LISTED RECORDS »
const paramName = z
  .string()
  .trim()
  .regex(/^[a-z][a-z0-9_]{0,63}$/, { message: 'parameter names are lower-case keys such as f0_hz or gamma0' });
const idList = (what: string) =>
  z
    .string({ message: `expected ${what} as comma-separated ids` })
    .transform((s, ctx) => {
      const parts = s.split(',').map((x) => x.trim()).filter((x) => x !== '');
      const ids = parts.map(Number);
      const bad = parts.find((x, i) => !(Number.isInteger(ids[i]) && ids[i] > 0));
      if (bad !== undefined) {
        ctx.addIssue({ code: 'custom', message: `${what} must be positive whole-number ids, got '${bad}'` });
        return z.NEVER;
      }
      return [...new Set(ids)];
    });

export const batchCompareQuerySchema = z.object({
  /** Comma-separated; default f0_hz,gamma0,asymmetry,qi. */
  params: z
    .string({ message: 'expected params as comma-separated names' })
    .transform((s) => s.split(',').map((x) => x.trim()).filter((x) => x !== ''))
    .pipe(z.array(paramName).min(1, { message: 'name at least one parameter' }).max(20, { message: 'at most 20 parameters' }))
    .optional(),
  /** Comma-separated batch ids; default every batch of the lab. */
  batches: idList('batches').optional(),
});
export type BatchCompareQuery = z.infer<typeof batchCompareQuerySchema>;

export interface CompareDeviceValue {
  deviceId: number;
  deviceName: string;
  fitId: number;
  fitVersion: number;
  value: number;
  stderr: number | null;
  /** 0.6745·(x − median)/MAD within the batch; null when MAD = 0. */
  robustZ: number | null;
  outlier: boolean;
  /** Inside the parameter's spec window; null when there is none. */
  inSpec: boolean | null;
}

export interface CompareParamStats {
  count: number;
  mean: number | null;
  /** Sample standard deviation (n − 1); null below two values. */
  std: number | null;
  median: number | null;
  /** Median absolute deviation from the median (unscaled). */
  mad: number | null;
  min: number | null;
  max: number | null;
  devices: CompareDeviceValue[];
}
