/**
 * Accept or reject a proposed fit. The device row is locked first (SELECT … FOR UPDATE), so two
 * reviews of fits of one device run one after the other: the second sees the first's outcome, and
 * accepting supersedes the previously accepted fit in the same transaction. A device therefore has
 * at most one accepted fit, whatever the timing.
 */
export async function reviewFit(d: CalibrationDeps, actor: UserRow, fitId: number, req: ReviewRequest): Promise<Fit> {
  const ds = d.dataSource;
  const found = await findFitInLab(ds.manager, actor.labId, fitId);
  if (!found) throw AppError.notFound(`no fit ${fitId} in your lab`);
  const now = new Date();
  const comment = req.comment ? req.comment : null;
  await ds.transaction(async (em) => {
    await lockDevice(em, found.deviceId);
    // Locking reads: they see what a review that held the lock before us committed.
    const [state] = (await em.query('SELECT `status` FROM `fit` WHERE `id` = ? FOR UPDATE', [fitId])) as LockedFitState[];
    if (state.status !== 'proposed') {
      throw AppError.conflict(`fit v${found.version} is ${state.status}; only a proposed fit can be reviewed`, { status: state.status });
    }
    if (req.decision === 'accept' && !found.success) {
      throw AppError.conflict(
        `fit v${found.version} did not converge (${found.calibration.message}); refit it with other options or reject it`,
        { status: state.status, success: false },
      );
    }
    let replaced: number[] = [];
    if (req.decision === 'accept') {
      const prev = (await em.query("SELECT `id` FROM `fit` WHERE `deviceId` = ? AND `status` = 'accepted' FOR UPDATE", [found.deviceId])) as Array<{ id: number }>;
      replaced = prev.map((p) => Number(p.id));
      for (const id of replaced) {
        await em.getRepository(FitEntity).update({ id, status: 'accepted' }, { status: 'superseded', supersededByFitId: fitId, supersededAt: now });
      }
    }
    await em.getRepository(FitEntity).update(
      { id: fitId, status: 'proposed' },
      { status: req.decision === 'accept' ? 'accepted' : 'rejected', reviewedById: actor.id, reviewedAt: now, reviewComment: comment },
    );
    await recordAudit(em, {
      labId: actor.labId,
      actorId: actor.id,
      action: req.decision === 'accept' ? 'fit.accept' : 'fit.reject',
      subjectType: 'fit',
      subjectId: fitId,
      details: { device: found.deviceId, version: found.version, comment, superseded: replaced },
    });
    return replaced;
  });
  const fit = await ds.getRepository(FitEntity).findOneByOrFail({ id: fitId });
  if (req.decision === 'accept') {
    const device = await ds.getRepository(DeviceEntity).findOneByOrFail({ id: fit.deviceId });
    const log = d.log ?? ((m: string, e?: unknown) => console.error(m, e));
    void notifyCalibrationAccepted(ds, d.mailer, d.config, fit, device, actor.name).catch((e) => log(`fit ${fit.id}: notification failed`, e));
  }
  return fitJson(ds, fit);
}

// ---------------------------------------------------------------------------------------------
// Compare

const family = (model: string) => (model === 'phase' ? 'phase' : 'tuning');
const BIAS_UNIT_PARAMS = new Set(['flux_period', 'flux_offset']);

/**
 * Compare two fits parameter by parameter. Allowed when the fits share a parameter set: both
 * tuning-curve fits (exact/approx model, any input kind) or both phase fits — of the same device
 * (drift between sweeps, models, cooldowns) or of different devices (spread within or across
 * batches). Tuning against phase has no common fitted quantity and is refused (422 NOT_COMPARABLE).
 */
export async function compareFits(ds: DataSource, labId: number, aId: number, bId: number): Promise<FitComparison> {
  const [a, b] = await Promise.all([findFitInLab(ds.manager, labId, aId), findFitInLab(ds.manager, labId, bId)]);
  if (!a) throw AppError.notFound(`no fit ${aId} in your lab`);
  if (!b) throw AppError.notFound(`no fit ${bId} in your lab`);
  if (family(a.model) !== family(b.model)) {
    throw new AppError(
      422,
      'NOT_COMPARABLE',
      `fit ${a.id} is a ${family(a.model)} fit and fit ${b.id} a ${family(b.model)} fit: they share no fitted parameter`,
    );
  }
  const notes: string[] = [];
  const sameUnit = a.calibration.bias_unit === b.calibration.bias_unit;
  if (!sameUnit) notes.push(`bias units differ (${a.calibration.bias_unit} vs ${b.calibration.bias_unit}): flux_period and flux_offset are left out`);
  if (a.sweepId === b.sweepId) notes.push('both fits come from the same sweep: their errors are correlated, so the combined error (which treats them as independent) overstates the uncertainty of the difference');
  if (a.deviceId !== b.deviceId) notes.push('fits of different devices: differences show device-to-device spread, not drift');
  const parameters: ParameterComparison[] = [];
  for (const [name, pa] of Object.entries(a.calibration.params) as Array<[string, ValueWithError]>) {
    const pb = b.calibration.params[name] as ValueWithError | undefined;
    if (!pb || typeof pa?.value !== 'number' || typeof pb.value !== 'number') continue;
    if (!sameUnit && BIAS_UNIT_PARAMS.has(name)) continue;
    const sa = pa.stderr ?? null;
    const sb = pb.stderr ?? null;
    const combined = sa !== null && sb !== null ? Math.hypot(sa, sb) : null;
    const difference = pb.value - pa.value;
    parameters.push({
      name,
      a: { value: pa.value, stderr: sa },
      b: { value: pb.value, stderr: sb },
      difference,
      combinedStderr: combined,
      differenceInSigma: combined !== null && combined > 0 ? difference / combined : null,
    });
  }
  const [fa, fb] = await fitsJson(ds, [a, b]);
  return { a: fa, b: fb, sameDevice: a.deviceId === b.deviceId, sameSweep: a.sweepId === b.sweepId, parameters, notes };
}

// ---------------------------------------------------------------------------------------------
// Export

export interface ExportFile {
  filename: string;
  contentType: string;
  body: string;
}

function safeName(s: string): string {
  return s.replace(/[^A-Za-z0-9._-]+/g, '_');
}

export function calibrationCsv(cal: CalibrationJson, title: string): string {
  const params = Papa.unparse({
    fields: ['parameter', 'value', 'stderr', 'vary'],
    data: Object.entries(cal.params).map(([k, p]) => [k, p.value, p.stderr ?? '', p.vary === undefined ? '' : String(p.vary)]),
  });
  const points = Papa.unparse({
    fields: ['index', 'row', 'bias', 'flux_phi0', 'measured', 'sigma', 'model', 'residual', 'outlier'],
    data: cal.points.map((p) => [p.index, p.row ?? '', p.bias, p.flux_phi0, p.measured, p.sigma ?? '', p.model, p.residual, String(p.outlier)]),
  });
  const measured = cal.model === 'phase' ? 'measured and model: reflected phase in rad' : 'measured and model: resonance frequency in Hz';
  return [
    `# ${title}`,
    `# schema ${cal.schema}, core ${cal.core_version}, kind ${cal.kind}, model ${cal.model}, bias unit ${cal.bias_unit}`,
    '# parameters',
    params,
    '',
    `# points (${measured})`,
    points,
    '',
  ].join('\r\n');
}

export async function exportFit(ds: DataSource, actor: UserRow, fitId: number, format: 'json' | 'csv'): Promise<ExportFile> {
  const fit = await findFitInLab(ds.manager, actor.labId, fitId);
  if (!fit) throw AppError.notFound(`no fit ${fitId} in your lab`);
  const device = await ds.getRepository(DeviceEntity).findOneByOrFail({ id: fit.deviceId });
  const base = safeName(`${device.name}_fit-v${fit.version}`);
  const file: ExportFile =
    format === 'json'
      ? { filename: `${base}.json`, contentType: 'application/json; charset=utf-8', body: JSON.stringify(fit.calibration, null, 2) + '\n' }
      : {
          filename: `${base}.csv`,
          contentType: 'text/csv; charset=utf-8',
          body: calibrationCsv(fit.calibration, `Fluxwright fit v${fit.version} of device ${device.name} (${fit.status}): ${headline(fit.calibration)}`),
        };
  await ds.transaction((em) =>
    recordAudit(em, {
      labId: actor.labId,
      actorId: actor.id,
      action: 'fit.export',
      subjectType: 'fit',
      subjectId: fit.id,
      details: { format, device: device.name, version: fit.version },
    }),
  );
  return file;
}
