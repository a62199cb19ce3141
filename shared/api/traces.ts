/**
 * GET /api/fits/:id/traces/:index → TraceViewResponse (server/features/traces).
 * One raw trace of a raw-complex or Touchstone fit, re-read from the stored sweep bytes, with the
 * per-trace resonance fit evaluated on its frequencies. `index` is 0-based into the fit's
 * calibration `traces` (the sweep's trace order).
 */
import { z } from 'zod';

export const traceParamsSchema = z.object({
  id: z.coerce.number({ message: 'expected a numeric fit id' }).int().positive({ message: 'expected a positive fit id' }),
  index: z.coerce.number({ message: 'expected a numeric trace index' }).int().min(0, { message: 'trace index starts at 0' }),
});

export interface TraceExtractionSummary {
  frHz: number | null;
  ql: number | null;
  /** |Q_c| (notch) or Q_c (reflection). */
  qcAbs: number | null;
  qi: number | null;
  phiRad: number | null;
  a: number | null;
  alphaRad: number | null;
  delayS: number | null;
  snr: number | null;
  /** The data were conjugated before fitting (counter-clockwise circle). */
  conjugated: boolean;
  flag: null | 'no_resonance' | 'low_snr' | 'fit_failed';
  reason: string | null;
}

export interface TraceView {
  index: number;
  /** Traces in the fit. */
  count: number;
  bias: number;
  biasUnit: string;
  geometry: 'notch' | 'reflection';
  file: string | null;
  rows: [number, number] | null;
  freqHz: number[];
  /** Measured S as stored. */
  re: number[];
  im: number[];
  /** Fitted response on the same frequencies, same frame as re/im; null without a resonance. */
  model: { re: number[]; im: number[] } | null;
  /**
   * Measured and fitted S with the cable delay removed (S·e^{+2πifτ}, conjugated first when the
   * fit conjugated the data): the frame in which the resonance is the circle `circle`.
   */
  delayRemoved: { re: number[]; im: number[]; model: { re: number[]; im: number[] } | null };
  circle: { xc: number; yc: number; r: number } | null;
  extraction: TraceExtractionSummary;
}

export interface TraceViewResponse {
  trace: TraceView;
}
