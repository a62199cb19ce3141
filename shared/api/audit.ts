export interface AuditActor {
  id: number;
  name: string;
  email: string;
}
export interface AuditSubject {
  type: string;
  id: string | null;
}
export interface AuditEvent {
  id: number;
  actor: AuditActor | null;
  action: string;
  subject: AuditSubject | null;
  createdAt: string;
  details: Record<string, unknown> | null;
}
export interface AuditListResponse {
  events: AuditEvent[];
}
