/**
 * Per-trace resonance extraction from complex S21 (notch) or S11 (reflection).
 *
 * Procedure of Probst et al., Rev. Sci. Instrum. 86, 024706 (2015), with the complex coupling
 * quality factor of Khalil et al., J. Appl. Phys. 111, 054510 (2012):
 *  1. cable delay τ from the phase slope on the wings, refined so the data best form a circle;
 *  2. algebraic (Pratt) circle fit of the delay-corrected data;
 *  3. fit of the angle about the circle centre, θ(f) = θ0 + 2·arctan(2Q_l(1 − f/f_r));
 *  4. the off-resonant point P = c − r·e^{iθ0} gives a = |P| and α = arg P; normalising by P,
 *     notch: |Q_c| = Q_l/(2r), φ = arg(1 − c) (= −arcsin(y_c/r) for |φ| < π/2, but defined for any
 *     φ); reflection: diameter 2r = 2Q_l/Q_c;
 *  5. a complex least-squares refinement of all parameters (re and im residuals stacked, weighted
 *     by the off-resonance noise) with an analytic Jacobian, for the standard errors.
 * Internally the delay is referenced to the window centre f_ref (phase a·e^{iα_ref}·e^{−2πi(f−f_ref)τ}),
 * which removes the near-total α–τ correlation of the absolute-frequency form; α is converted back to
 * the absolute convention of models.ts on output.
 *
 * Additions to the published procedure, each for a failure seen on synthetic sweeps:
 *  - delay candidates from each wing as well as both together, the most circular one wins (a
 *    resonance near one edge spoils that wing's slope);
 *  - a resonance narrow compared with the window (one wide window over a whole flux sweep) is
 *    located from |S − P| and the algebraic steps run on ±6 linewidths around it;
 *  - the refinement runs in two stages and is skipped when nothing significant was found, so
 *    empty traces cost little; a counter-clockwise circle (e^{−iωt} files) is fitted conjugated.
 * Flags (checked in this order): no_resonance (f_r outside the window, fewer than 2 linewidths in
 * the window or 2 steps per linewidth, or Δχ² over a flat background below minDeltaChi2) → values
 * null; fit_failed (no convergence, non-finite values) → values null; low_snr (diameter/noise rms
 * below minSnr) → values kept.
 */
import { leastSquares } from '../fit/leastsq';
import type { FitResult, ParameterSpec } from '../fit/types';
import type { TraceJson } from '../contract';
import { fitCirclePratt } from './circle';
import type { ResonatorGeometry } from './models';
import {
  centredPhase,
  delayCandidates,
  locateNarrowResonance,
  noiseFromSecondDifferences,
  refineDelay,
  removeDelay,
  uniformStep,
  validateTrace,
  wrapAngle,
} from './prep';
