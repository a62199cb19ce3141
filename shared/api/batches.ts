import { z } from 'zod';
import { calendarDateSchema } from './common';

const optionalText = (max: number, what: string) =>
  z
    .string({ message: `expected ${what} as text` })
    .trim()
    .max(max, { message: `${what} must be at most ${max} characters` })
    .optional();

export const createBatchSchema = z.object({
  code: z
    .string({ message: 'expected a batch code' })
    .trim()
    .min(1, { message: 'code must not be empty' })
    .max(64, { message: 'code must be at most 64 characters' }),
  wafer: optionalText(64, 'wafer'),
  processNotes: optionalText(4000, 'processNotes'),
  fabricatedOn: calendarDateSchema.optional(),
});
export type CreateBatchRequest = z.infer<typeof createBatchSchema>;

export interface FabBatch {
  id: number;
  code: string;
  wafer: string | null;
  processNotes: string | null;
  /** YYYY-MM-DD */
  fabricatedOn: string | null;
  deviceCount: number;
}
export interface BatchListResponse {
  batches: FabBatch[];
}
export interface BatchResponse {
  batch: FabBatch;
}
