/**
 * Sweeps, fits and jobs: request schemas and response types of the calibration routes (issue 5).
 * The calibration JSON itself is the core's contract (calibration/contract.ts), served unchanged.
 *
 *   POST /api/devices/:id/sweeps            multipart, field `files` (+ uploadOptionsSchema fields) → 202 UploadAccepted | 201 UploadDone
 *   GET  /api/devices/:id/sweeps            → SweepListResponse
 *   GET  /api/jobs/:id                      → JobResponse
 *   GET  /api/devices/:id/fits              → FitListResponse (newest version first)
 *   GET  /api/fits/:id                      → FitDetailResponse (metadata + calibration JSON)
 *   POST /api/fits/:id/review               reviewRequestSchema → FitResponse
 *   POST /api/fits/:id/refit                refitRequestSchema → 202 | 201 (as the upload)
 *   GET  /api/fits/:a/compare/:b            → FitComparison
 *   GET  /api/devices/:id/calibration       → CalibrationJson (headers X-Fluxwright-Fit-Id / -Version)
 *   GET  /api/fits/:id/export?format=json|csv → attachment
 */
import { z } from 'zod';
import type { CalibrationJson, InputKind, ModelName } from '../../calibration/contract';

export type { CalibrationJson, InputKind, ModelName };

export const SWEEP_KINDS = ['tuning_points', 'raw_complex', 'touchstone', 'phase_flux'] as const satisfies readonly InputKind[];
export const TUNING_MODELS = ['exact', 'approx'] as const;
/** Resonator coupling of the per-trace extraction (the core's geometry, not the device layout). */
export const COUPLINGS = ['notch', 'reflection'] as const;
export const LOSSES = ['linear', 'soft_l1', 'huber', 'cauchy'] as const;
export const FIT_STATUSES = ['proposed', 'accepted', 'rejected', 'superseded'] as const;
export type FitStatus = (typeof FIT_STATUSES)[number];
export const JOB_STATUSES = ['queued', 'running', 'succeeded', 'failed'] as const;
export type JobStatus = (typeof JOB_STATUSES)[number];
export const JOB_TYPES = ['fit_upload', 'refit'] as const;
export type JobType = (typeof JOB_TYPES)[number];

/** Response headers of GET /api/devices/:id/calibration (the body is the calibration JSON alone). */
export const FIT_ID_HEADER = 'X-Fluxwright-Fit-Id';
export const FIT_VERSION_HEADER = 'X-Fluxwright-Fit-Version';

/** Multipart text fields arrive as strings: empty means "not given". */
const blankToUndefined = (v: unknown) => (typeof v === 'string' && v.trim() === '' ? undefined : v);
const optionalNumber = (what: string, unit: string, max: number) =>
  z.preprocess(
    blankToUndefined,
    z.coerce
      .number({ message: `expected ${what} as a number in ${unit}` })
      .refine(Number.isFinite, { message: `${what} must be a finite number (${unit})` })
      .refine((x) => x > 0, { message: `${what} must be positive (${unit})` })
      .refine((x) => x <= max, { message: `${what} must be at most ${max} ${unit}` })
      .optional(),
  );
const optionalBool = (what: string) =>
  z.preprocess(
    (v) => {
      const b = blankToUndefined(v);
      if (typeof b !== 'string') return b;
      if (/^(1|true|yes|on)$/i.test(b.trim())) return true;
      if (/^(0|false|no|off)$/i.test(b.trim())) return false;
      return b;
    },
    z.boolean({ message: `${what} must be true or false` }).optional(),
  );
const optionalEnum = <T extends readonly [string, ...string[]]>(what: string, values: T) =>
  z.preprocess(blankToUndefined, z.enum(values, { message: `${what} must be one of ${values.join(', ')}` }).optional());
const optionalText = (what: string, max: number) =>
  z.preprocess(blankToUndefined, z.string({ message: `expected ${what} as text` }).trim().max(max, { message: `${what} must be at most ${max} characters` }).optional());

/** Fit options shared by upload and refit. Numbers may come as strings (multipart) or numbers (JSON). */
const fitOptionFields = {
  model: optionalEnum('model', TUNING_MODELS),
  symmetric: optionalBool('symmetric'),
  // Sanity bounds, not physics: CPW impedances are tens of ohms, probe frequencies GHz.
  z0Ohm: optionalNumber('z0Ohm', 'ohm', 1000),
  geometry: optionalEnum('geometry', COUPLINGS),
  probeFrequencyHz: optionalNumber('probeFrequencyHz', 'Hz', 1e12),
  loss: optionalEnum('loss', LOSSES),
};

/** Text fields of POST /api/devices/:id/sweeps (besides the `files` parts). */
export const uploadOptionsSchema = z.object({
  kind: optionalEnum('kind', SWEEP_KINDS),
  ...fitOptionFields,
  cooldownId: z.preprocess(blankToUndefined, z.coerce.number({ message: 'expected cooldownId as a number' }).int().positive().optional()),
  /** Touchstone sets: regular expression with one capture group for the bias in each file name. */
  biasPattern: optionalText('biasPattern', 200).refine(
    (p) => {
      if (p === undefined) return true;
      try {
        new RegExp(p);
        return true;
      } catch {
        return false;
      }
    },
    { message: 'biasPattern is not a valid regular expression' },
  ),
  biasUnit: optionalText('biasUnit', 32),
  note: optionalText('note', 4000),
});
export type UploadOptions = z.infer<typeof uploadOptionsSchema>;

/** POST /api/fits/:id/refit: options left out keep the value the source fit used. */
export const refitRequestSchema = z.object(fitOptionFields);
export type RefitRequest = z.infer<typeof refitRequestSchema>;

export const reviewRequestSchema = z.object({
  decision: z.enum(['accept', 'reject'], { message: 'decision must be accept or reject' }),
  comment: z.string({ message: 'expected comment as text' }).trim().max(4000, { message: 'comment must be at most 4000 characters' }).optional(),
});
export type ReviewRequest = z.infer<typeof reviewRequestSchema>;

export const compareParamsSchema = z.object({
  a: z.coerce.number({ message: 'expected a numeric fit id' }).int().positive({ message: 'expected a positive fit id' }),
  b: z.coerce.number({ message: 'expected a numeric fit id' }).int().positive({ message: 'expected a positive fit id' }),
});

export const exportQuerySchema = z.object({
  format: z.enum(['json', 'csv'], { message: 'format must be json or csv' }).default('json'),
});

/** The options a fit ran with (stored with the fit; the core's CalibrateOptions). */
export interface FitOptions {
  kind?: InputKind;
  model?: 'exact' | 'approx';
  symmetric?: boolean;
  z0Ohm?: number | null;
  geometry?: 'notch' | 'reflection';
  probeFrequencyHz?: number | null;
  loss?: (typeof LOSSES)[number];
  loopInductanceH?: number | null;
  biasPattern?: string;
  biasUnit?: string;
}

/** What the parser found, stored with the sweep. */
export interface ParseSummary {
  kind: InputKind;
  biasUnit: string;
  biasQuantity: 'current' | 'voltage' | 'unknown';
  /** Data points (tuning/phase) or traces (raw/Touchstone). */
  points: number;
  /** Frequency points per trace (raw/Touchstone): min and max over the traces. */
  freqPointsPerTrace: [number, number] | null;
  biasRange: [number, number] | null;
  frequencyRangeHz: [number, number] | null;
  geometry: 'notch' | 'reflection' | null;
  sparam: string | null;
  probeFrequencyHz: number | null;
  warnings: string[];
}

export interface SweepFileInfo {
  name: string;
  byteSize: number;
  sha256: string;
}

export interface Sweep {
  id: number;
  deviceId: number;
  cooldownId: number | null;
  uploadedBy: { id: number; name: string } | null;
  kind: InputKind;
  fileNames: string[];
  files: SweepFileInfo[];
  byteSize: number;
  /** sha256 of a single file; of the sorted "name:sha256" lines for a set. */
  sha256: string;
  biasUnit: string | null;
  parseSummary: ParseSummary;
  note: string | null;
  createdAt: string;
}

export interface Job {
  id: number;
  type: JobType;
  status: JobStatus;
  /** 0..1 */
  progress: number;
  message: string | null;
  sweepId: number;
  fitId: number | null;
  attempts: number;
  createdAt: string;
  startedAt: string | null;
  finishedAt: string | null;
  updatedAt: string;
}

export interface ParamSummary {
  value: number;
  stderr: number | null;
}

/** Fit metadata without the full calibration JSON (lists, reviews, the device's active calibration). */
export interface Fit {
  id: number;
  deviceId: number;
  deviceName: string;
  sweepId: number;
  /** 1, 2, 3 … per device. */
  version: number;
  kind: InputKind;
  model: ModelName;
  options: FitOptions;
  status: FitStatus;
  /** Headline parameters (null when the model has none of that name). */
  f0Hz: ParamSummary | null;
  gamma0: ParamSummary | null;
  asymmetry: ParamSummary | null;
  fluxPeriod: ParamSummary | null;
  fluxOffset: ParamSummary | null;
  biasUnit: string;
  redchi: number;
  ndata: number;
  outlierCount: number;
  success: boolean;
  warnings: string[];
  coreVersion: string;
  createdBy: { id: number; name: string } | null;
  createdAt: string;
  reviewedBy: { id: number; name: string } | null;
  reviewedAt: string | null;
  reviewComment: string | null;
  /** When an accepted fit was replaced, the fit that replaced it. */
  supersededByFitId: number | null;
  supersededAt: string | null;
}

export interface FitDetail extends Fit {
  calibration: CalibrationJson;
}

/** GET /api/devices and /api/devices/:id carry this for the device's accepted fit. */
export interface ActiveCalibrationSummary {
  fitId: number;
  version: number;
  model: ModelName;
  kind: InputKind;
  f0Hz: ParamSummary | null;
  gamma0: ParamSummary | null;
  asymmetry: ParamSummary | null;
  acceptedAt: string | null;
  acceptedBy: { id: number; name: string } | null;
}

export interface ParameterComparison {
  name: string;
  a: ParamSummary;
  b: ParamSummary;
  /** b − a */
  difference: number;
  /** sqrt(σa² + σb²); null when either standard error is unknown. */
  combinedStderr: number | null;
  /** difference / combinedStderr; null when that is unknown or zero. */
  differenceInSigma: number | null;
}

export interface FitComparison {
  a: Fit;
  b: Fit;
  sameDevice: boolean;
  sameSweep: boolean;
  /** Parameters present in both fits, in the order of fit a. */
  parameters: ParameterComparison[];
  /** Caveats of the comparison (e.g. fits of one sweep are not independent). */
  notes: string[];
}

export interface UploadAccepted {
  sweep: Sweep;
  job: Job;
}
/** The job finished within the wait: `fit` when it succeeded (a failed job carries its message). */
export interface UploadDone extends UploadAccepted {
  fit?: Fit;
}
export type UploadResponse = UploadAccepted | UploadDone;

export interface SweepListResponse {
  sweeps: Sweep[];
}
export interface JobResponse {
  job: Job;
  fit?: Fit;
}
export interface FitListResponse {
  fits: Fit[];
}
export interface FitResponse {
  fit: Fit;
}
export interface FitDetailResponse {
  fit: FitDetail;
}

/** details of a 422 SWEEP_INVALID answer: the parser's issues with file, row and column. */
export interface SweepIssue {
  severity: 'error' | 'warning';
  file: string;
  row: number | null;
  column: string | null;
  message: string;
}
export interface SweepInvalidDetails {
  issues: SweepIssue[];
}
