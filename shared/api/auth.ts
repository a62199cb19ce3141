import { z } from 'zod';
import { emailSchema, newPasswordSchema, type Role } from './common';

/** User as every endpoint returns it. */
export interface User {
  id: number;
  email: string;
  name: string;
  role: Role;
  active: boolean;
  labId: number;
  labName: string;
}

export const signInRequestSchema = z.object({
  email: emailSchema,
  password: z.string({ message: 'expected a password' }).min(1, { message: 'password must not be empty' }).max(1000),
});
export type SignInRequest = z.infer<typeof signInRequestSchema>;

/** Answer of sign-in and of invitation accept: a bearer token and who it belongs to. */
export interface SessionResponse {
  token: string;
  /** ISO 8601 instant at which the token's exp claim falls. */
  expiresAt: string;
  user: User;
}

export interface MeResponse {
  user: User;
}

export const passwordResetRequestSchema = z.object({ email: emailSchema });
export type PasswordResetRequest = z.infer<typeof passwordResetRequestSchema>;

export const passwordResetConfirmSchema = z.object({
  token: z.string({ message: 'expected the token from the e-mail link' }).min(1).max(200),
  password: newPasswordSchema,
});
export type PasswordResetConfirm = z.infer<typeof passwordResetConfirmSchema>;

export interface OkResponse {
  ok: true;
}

WHAT YOU NEED TO DO » Only a number is wanted here: how many lines in the entries contain the word "preprocess"?

RESPONSE BOX » 5